Exercise details
Write out exactly the lines below that run from the one containing "out with it." through the one containing "#[derive(Clone, Debug, PartialEq, Eq)]", both included, with no other lines.

Records for the exercise
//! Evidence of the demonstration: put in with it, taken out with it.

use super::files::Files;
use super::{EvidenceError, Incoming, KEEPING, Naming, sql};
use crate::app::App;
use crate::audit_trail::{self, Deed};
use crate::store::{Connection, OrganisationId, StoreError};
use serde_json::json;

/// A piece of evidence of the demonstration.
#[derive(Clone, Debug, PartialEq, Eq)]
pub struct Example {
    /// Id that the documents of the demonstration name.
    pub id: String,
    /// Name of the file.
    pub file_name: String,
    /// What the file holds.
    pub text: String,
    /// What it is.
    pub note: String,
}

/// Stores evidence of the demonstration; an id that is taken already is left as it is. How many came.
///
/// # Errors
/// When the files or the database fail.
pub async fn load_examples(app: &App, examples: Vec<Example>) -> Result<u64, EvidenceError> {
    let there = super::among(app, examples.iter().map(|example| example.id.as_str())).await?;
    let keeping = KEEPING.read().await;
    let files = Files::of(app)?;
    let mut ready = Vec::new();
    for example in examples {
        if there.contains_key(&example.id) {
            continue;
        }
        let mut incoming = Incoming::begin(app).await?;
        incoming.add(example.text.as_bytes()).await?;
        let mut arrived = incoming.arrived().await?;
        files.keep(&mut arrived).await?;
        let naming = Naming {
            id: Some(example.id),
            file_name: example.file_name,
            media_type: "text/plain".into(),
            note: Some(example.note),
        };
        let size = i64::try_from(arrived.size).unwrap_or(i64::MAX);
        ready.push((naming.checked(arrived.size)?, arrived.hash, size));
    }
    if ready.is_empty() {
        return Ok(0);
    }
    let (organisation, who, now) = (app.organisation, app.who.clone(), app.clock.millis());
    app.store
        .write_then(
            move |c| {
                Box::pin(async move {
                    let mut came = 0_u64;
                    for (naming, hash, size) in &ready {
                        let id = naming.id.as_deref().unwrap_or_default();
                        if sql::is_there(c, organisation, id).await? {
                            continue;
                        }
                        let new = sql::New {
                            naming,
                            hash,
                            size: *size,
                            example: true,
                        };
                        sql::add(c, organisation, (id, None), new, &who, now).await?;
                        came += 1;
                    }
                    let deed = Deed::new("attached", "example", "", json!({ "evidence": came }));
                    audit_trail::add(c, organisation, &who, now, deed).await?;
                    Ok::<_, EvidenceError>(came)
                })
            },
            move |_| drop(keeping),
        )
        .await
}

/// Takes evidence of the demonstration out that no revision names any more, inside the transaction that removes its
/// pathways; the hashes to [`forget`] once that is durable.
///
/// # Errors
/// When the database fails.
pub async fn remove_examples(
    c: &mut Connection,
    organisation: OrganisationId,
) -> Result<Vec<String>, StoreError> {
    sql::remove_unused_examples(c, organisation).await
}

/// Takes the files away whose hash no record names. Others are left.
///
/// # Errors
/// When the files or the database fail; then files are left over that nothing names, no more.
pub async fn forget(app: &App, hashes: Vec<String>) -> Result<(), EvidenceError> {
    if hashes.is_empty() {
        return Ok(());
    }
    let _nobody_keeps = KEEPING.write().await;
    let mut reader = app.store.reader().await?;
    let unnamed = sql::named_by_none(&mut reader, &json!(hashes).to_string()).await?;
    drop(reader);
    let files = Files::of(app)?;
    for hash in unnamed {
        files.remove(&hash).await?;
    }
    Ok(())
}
---
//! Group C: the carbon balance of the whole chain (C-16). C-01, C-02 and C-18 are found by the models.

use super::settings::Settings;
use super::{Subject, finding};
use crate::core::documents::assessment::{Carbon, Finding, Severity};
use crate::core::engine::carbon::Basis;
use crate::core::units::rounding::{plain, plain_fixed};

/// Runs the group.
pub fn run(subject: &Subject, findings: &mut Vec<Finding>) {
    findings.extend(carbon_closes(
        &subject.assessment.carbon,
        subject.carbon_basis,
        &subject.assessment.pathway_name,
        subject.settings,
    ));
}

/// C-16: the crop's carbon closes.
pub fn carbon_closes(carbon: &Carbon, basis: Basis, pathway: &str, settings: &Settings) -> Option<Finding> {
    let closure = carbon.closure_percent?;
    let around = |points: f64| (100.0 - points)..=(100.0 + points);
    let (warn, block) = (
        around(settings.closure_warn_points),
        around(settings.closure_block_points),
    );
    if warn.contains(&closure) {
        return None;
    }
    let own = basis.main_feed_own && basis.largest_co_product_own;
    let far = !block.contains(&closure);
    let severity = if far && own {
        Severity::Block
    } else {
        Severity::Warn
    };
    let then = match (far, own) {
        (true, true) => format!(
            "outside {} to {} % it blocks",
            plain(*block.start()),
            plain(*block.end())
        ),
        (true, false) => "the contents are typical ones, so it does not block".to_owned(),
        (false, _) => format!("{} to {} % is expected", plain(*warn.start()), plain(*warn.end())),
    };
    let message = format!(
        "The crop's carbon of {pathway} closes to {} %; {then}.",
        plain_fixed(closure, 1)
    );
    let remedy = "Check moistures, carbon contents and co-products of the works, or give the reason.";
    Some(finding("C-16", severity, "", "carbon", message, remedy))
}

Exercise output
//! Evidence of the demonstration: put in with it, taken out with it.

use super::files::Files;
use super::{EvidenceError, Incoming, KEEPING, Naming, sql};
use crate::app::App;
use crate::audit_trail::{self, Deed};
use crate::store::{Connection, OrganisationId, StoreError};
use serde_json::json;

/// A piece of evidence of the demonstration.
#[derive(Clone, Debug, PartialEq, Eq)]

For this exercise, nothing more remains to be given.